:: Material for the task

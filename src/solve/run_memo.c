/* SPDX-License-Identifier: MIT
 *
 * What a finished run of the driver leaves in the memo: its point, its lines of the trace, why it ended; and by what it
 * is known. What a run leaves while it lasts is in run.c.
 */
#include "solve/solve_internal.h"

#include <string.h>

/* What a finished run came to, beside its point and its lines of the trace. */
struct run_sums {
    uint64_t iterations, lines;
    int64_t stop;
    double objective, rmse, gradient;
};
enum { RUN_PARTS = 5 };

uint64_t low_rank_digest(uint64_t digest, const struct low_rank *point)
{
    digest = memo_digest(digest, point->spectrum, point->rank * sizeof(double));
    for (size_t i = 0; i < point->left.rows && point->rank > 0; i++)
        digest = memo_digest(digest, &MATRIX_AT(point->left, i, 0), point->rank * sizeof(double));
    for (size_t j = 0; j < point->right.rows && point->rank > 0; j++)
        digest = memo_digest(digest, &MATRIX_AT(point->right, j, 0), point->rank * sizeof(double));
    return digest;
}

uint64_t run_digest(const struct problem *problem, const struct solver *solver, const struct solve_limits *limits,
                    const struct low_rank *point)
{
    const double reals[] = {problem->lambda, problem->norm, limits->gradient, limits->change};
    const uint64_t counts[] = {problem->target.count, limits->iterations, point->rank};
    uint64_t digest = memo_digest(0, solver->name, strlen(solver->name));
    digest = memo_digest(digest, reals, sizeof reals);
    digest = memo_digest(digest, counts, sizeof counts);
    return low_rank_digest(digest, point);
}

static size_t run_parts(struct run_sums *sums, struct low_rank *point, struct solve_step *trace,
                        struct memo_part parts[RUN_PARTS])
{
    parts[0] = (struct memo_part){sums, sizeof *sums};
    parts[1] = (struct memo_part){point->spectrum, point->rank * sizeof(double)};
    parts[2] = (struct memo_part){point->left.data, point->left.rows * point->left.stride * sizeof(double)};
    parts[3] = (struct memo_part){point->right.data, point->right.rows * point->right.stride * sizeof(double)};
    parts[4] = (struct memo_part){trace, sums->lines * sizeof *trace};
    return RUN_PARTS;
}

void run_keep(struct memo_work *work, struct low_rank *point, struct solve_result *result, uint64_t before)
{
    struct memo_part parts[RUN_PARTS];
    struct run_sums sums = {.iterations = result->iterations,
                            .lines = result->trace_count - before,
                            .stop = (int64_t)result->stop,
                            .objective = result->objective,
                            .rmse = result->rmse,
                            .gradient = result->gradient};
    memo_keep(work, parts, run_parts(&sums, point, result->trace + before, parts));
}

fescue_status run_recall(fescue_context *context, struct memo_work *work, const struct solver *solver,
                         struct low_rank *point, struct solve_result *result)
{
    struct run_sums sums = {0};
    struct memo_part parts[RUN_PARTS];
    fescue_status status = FESCUE_OK;
    bool good = memo_get(work, &sums, sizeof sums) && sums.lines <= SIZE_MAX / 2;
    if (good)
        TRY(RESIZE(context, result->trace_count + sums.lines, &result->trace));
    size_t count = good ? run_parts(&sums, point, result->trace + result->trace_count, parts) : 0;
    for (size_t k = 1; k < count && good; k++)
        good = memo_get(work, parts[k].bytes, parts[k].size);
    if (!good)
        TRY(FAIL(context, FESCUE_DEFECT, "the checkpoint holds another fit than the one that was asked for"));
    result->solver = solver->name;
    result->start = NULL;
    result->trace_count += sums.lines;
    result->iterations = sums.iterations;
    result->stop = (enum solve_stop)sums.stop;
    result->objective = sums.objective;
    result->rmse = sums.rmse;
    result->gradient = sums.gradient;
done:
    return status;
}
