import fc from 'fast-check';
import { describe, expect, it } from 'vitest';
import { bagPlan, BAG_WEIGHT, toldByOpened, type BagPiece } from '../../../src/trade/lot/bag.ts';

/** Worth 600 if it is sound and nothing if it is layered; 500 are asked for it. */
const piece = (key: string, odds: number, scale = 1, opened = false): BagPiece => ({
	key,
	odds,
	opened,
	stake: { whole: 1_000 * scale, price: 500 * scale },
	cases: { layered: { lost: 500 * scale, won: 0 }, sound: { lost: 0, won: 100 * scale } }
});

describe('a bag at a fair', () => {
	it('has the pieces opened for which knowing is worth more than it costs, the most worth it first', () => {
		const bag = [piece('ring', 0.01), piece('chain', 0.1), piece('large chain', 0.1, 3), piece('small', 0.1, 0.1)];
		const plan = bagPlan(bag, 0.05, 12);
		// knowing: 5, 50, 150 and 5
		expect(plan.test.map(({ key }) => key)).toEqual(['large chain', 'chain']);
		expect(plan.test.map(({ gain }) => gain)).toEqual([150, 50].map((value) => expect.closeTo(value, 9)));
		expect(plan.cost).toBe(24);
		expect(plan.gain).toBeCloseTo(200, 9);
		expect(plan.rest.pieces).toBe(2);
		expect(plan.rest.price).toBe(550);
		expect(plan.rest.lost).toBeCloseTo(0.01 * 500 + 0.1 * 50, 9);
		expect(plan.rest.worth).toBeCloseTo(550 + 0.99 * 100 - 5 + 0.9 * 10 - 5, 9);
		expect(plan.rest.anyLayered).toBeCloseTo(1 - 0.99 * 0.9, 12);
	});

	it('learns of the others from those that were opened', () => {
		expect(toldByOpened(0.05, 0, 0)).toBe(1);
		// weight 4 at 5 %: 0.2 layered of 4; one more layered makes 1.2 of 5, that is 24 %: odds 0.3158 against 0.0526
		expect(toldByOpened(0.05, 1, 1)).toBeCloseTo((0.24 / 0.76) / (0.05 / 0.95), 9);
		expect(toldByOpened(0.05, 3, 0)).toBeLessThan(1);
		expect(toldByOpened(0.05, 3, 1)).toBeGreaterThan(1);
		const bag = [piece('opened', 0.999, 1, true), piece('other', 0.02)];
		const plan = bagPlan(bag, 0.05, 12);
		expect(plan.opened).toEqual({ pieces: 1, layered: 1 });
		expect(plan.test.map(({ key }) => key)).toEqual(['other']);
		expect(plan.test[0]!.odds).toBeGreaterThan(0.1);
		expect(bagPlan(bag.slice(1), 0.05, 12).test).toEqual([]);
	});

	it('predicts the next piece as the beta-binomial does', () => {
		fc.assert(
			fc.property(fc.double({ min: 0.001, max: 0.9, noNaN: true }), fc.integer({ min: 1, max: 50 }), fc.double({ min: 0, max: 1, noNaN: true }), (rate, opened, share) => {
				const layered = Math.round(opened * share);
				const [a, b] = [BAG_WEIGHT * rate, BAG_WEIGHT * (1 - rate)];
				const next = (a + layered) / (a + b + opened);
				const odds = (rate / (1 - rate)) * toldByOpened(rate, opened, layered);
				expect(Math.abs(odds / (1 + odds) - next)).toBeLessThan(1e-9);
			}),
			{ numRuns: 1_000 }
		);
	});

	it('is nothing without pieces, and leaves nothing out', () => {
		expect(bagPlan([], 0, 12)).toMatchObject({ test: [], cost: 0, gain: 0, rest: { pieces: 0, anyLayered: 0 } });
		fc.assert(
			fc.property(fc.array(fc.tuple(fc.double({ min: 0, max: 1, noNaN: true }), fc.boolean()), { maxLength: 40 }), (list) => {
				const bag = list.map(([odds, opened], at) => piece(`p${at}`, odds, 1, opened));
				const { test, rest, opened } = bagPlan(bag, 0.05, 12);
				expect(test.length + rest.pieces + opened.pieces).toBe(bag.length);
				expect(rest.anyLayered >= 0 && rest.anyLayered <= 1).toBe(true);
			}),
			{ numRuns: 1_000 }
		);
	});
});
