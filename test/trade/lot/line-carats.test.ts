import { describe, expect, it } from 'vitest';
import { readAmounts } from '../../../src/trade/lot/line-amounts.ts';
import { readCarats } from '../../../src/trade/lot/line-carats.ts';
import { splitLine } from '../../../src/trade/lot/line-tokens.ts';

/** What is left as masses: karats are gone, carats of stones are taken off. */
const left = (line: string) => {
	const { tokens } = splitLine(line);
	const amounts = readAmounts(tokens);
	const judged = amounts.ok ? readCarats(tokens, amounts.value, line) : amounts;
	return judged.ok ? judged.value.map(({ typed, unit, off, what }) => [typed, unit, off, what]) : judged.problem.kind;
};

describe('karats or carats', () => {
	it.each([
		['18ct ring 5 g', [['5', 'g', false, null]]],
		['18 carat diamond ring 5 g', [['5', 'g', false, null]]],
		['14k ring 3 g 0.5ct diamond', [['3', 'g', false, null], ['0.5', 'ct', true, 'stones']]],
		['14k ring 3 g diamonds 0.5ct', [['3', 'g', false, 'stones'], ['0.5', 'ct', true, 'stones']]],
		['585 ring 3 g -0.5ct', [['3', 'g', false, null], ['0.5', 'ct', true, null]]],
		['18ct ring 3 g 0.5ct diamonds', [['3', 'g', false, null], ['0.5', 'ct', true, 'stones']]],
		['14k 3 g 0.5 ct', 'line-carat-unclear'],
		['sterling 3 g 18 ct', 'line-carat-unclear'],
		['25 ct ring 3 g', 'line-carat-unclear'],
		['18 ct 9 ct ring 3 g', 'line-carat-unclear'],
		['30 ct 0.5 ct stones 3 g', 'line-carat-unclear']
	])('%s', (line, expected) => expect(left(line)).toEqual(expected));
});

::::

Problem statement: In the listing above, find each line containing "counts" and copy it.

Result:
    const uint64_t counts[] = {problem->target.count, limits->iterations, point->rank};
    digest = memo_digest(digest, counts, sizeof counts);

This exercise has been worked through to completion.